Se sul primato attribuito a salute, famiglia, amicizia, libertà e amore sia la graduatoria che la rilevanza del “molto importante” risultano simili tra giovani “dentro” e “fuori” dalla Chiesa, sui valori materialistici e sulle cosiddette motivazioni “estrinseche” i giovani che partecipano alla vita delle comunità ecclesiali si mostrano più refrattari. L’importanza attribuita al benessere economico, al guadagnare, alla carriera, al prestigio sociale risulta circa la metà di quella dei loro coetanei che non partecipano. Al contrario il significato dato a solidarietà, pace, impegno sociale e anche politica risulta più elevato, in alcuni casi in misura considerevole. Sono dati interessanti che rincuorano e confermano la bontà dell’impegno educativo delle comunità cristiane, anche in un’ottica di pura rilevanza civica.
Certo questi dati non devono indurre ad accontentarsi del lavoro educativo in atto, perché l’esigenza di educare ai valori e alla fiducia, anche solo dal punto di vista sociale, è sempre forte. Manca spesso la capacità di tradurre il messaggio evangelico in modo “attraente” per i giovani, con un linguaggio comprensibile, con strumenti educativi adatti ai tempi e alla lunghezza d’onda della comunicazione contemporanea. Se oggi la dimensione dell’“inducere” nel processo educativo (stimolare, insegnare, indurre) è presente, manca certamente una capacità di “seducere”, ovvero instillare nei ragazzi la forza e la bellezza dei valori di solidarietà e cittadinanza che il Vangelo contiene in modo profondo.
Mancano soprattutto scuole di formazione sociale capaci di parlare e attirare giovani con linguaggi più freschi e coinvolgenti. Una piccola esperienza è quella di Cives, spazio di formazione civica, organizzato dall’Università Cattolica di Piacenza che nelle Diocesi di Piacenza e Benevento da oltre 20 anni cerca di introdurre innovazioni metodologiche nel percorso educativo alla cittadinanza.

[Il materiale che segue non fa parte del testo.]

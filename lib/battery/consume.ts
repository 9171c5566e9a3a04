/**
 * Time passes: on the grid's depth axis every rate row moves by its own consumption into a
 * window that follows the mass.
 */
import { type Grid, WINDOW } from "./grid";

const MIN_SPREAD = 0.004;
/** Rows that hold less than this share of the mass are left out. */
const NEGLIGIBLE = 1e-6;
/** A new window this much finer than the old one is filled by reading between the nodes. */
const REFINED = 1.05;

interface Window {
  readonly from: number;
  readonly step: number;
  /** Factor that makes the whole mass 1. */
  readonly scale: number;
}

/**
 * Let a stretch of time consume: `draw` is the share drawn at rate 1, `leak` the exponent of
 * self-discharge, which takes its share of what is left: x -> 1 - (1 - x) e^-leak + draw x
 * rate (1 - e^-leak)/leak. Needs the rows' moments as `drift` leaves them; brings the mass to
 * a sum of 1. Each rate row shifts as one; its mass is split between the two nearest nodes of
 * the new window, which keeps total and mean.
 */
export function consume(grid: Grid, draw: number, leak: number): void {
  const kept = Math.exp(-leak);
  grid.depthFrom = 1 - (1 - grid.depthFrom) * kept;
  grid.depthStep *= kept;
  shiftRows(grid, leak > 1e-9 ? (draw * (1 - kept)) / leak : draw);
}

function shiftRows(grid: Grid, draw: number): void {
  const { nr, nx, rowMass } = grid;
  const window = movedWindow(grid, draw);
  const refine = grid.depthStep / window.step > REFINED;
  const least = NEGLIGIBLE / window.scale;
  grid.spare.fill(0);
  for (let row = 0; row < rowMass.length; row++) {
    if (rowMass[row]! < least) {
      rowMass[row] = 0;
      continue;
    }
    const by = draw * grid.rate[row % nr]!;
    if (!(refine && gatherRow(grid, row, by, window))) scatterRow(grid, row * nx, by, window);
  }
  const old = grid.p;
  grid.p = grid.spare;
  grid.spare = old;
  grid.depthFrom = window.from;
  grid.depthStep = window.step;
}

/** Mean +/- WINDOW spreads of the moved mass. */
function movedWindow(grid: Grid, draw: number): Window {
  const { nx, nr, rowMass, rowFirst, rowSecond, depthStep } = grid;
  let total = 0;
  let first = 0;
  let second = 0;
  for (let row = 0; row < rowMass.length; row++) {
    const mass = rowMass[row]!;
    const from = draw * grid.rate[row % nr]!;
    const moved = rowFirst[row]! * depthStep;
    total += mass;
    first += mass * from + moved;
    second += mass * from * from + 2 * from * moved + rowSecond[row]! * depthStep * depthStep;
  }
  const mean = first / total;
  const sd = Math.max(MIN_SPREAD, Math.sqrt(Math.max(0, second / total - mean * mean)));
  return {
    from: grid.depthFrom + mean - WINDOW * sd,
    step: (2 * WINDOW * sd) / (nx - 1),
    scale: 1 / total,
  };
}

function scatterRow(grid: Grid, base: number, by: number, window: Window): void {
  const { p, spare, nx } = grid;
  const { scale } = window;
  const ratio = grid.depthStep / window.step;
  let place = (grid.depthFrom + by - window.from) / window.step;
  for (let i = 0; i < nx; i++, place += ratio) {
    const m = p[base + i]! * scale;
    if (place <= 0) spare[base]! += m;
    else if (place >= nx - 1) spare[base + nx - 1]! += m;
    else {
      const low = place | 0;
      const part = m * (place - low);
      spare[base + low]! += m - part;
      spare[base + low + 1]! += part;
    }
  }
}

/**
 * Into a finer window: read the density between the old nodes, or the mass would stand in
 * a comb. False (nothing written) when the row hardly overlaps the new window.
 */
function gatherRow(grid: Grid, row: number, by: number, window: Window): boolean {
  const { p, spare, nx } = grid;
  const base = row * nx;
  const ratio = window.step / grid.depthStep;
  let place = (window.from - by - grid.depthFrom) / grid.depthStep;
  let sum = 0;
  for (let j = 0; j < nx; j++, place += ratio) {
    if (place < 0 || place >= nx - 1) continue;
    const low = place | 0;
    const a = p[base + low]!;
    const density = a + (place - low) * (p[base + low + 1]! - a);
    spare[base + j] = density;
    sum += density;
  }
  const mass = grid.rowMass[row]!;
  if (sum * ratio < 0.9 * mass) {
    spare.fill(0, base, base + nx);
    return false;
  }
  const scale = (mass * window.scale) / sum;
  for (let j = 0; j < nx; j++) spare[base + j]! *= scale;
  return true;
}
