/**
 * Capacity by table. Between measured currents it is interpolated over log(current), at
 * each current over cut-off, then over temperature; outside the table the nearest measured
 * value holds. Nothing is extrapolated, Peukert's law least of all: its exponent is not a
 * constant of the cell (Linden 4e Fig. 14.17 gives 2.17 to 0.95 over one table).
 */
import type { Decicelsius, Microamps, MilliampHours, Millivolts } from "../units";
import { interpolate } from "../stats/interpolate";
import { capacityFactor } from "./curves";
import type { CapacityPoint, CellSpec, Chemistry } from "./pack";
import { selfDischargeUa } from "./self-discharge";

/** Every point of the table, the rated one included once. */
export function capacityPoints(cell: CellSpec): readonly CapacityPoint[] {
  return [...cell.capacityTable, cell.rated];
}

type Axis = (point: CapacityPoint) => number;

/** Group points by an axis, ascending; the first point of equals wins its place. */
function groups(points: readonly CapacityPoint[], axis: Axis): [number, CapacityPoint[]][] {
  const byValue = new Map<number, CapacityPoint[]>();
  for (const point of points) {
    const group = byValue.get(axis(point));
    if (group) group.push(point);
    else byValue.set(axis(point), [point]);
  }
  return [...byValue].sort(([a], [b]) => a - b);
}

const mean = (points: readonly CapacityPoint[]): number =>
  points.reduce((sum, p) => sum + p.capacityMah, 0) / points.length;

/** One axis of a table: places in order, and what stands at each. */
interface Steps<Value> {
  readonly at: readonly number[];
  readonly values: readonly Value[];
}

function stepsOf<Value>(
  points: readonly CapacityPoint[],
  axis: Axis,
  inner: (same: readonly CapacityPoint[]) => Value,
): Steps<Value> {
  const steps = groups(points, axis);
  return { at: steps.map(([at]) => at), values: steps.map(([, same]) => inner(same)) };
}

/** A cell's points by temperature, then log(current), then cut-off. */
type Arranged = Steps<Steps<Steps<number>>>;

const arrange = (points: readonly CapacityPoint[]): Arranged =>
  stepsOf(
    points,
    (p) => p.temperatureDc,
    (warm) =>
      stepsOf(
        warm,
        (p) => Math.log(Math.max(p.currentUa, 1e-3)),
        (same) => stepsOf(same, (p) => p.cutoffMv, mean),
      ),
  );

/** Capacity as measured, and with what leaked away during each measurement put back. */
interface Tables {
  readonly measured: Arranged;
  readonly gross: Arranged;
}

/** A fleet shares few cells: each is arranged once. */
const ARRANGED = new WeakMap<CellSpec, Tables>();

function tablesOf(cell: CellSpec): Tables {
  const known = ARRANGED.get(cell);
  if (known) return known;
  const points = capacityPoints(cell);
  const leakUa = selfDischargeUa(cell.rated.capacityMah, cell.selfDischargePpmPerYear);
  const restored = points.map((p) => ({
    ...p,
    capacityMah: p.capacityMah * (1 + leakUa / Math.max(p.currentUa, leakUa, 1e-9)),
  }));
  const tables = { measured: arrange(points), gross: arrange(restored) };
  ARRANGED.set(cell, tables);
  return tables;
}

function lookUp(cell: CellSpec, table: Arranged, ua: Microamps, cutoffMv: Millivolts, dc: number) {
  const logUa = Math.log(Math.max(ua, 1e-3));
  const given = table.values.map((overCurrent) =>
    interpolate(
      overCurrent.at,
      overCurrent.values.map((step) => interpolate(step.at, step.values, cutoffMv)),
      logUa,
    ),
  );
  if (given.length > 1) return interpolate(table.at, given, dc);
  const at = capacityFactor(cell.chemistry, table.at[0]!);
  return (given[0]! * capacityFactor(cell.chemistry, dc)) / Math.max(at, 0.01);
}

/**
 * Charge one cell gives at a constant current down to a cut-off at a temperature, mAh.
 * Where the table holds one temperature only, the chemistry's cold table scales it.
 */
export function usableCapacity(
  cell: CellSpec,
  currentUa: Microamps,
  cutoffMv: Millivolts,
  temperatureDc: Decicelsius,
): MilliampHours {
  return lookUp(cell, tablesOf(cell).measured, currentUa, cutoffMv, temperatureDc);
}

/**
 * The same, with the charge that leaked away during each measurement put back, so that
 * self-discharge can run beside the load as a current s of its own: C (1 + s/I) at each
 * point. Without this a table that falls at low current would count the leak twice.
 */
export function grossCapacity(
  cell: CellSpec,
  currentUa: Microamps,
  cutoffMv: Millivolts,
  temperatureDc: Decicelsius,
): MilliampHours {
  return lookUp(cell, tablesOf(cell).gross, currentUa, cutoffMv, temperatureDc);
}

/**
 * How far a cell may fall short of its table above the table's highest current: ln(capacity)
 * lost for each unit of ln(current), and its standard deviation. A prior for readings to move,
 * not a law. Alkaline: LR6 2.8 Ah at 25 mA, below 1.0 Ah at 1 A (a part of that is the end's
 * resistance, reckoned apart). Li-FeS2: 0.018 from logs of an FR6. Li-SOCl2: 0.2 to 1.2 above a
 * D cell's best current (Linden 4e Fig. 14.17). Lead: common practice. The rest from memory.
 */
const OVERLOAD: Readonly<Record<Chemistry, readonly [number, number]>> = {
  alkaline: [0.15, 0.1],
  "zinc-carbon": [0.25, 0.12],
  "li-fes2": [0.018, 0.03],
  "li-socl2": [0.25, 0.15],
  "li-mno2": [0.05, 0.05],
  "silver-oxide": [0.08, 0.08],
  vrla: [0.12, 0.06],
  lifepo4: [0.02, 0.03],
};

/** Mean and standard deviation of ln(capacity) beside the table's at a current of one cell. */
export function overload(cell: CellSpec, currentUa: Microamps): { mean: number; sd: number } {
  const top = cell.capacityTable.reduce((a, p) => Math.max(a, p.currentUa), cell.rated.currentUa);
  const beyond = Math.max(0, Math.log(currentUa / top));
  const [lost, sd] = OVERLOAD[cell.chemistry];
  return { mean: -lost * beyond, sd: sd * beyond };
}

/** Lowest cut-off of the table: the one on which depth of discharge is measured, mV. */
export function baseCutoffMv(cell: CellSpec): Millivolts {
  return cell.capacityTable.reduce((low, p) => Math.min(low, p.cutoffMv), cell.rated.cutoffMv);
}

/** Hours one cell lasts at a constant current, self-discharge beside the load. */
export function dischargeHours(
  cell: CellSpec,
  currentUa: Microamps,
  cutoffMv: Millivolts,
  temperatureDc: Decicelsius,
): number {
  const leakUa = selfDischargeUa(cell.rated.capacityMah, cell.selfDischargePpmPerYear);
  const gross = grossCapacity(cell, currentUa, cutoffMv, temperatureDc);
  return (gross * 1000) / (currentUa + leakUa);
}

La Settimana Sociale dei cattolici italiani di Taranto 
In questa direzione la 49 Settimana Sociale, organizzata il 22-25 ottobre 2021 nella città pugliese è un altro segno molto incoraggiante per la Chiesa italiana, sia per la partecipazione vivace e colorata di tantissimi giovani sia per i contenuti elaborati nei mesi preparatori e nei lavori di gruppo del convegno. Sono state proposte politiche concrete per rispondere al quesito che ha titolato l’evento “Il pianeta che speriamo. Ambiente, lavoro, futuro”: dalla tassazione dei mali e non beni al superamento degli appalti al massimo ribasso soprattutto nei servizi alla persona, dall’introduzione di indicatori sociali ed ambientali per la premialità di manager, lavoratrici e lavoratori, all’obbligatorietà della rendicontazione non finanziaria per le imprese con oltre 250 dipendenti, dai bond sociali di territorio per lo sviluppo comunitario ad una maggiore e migliore formazione appunto.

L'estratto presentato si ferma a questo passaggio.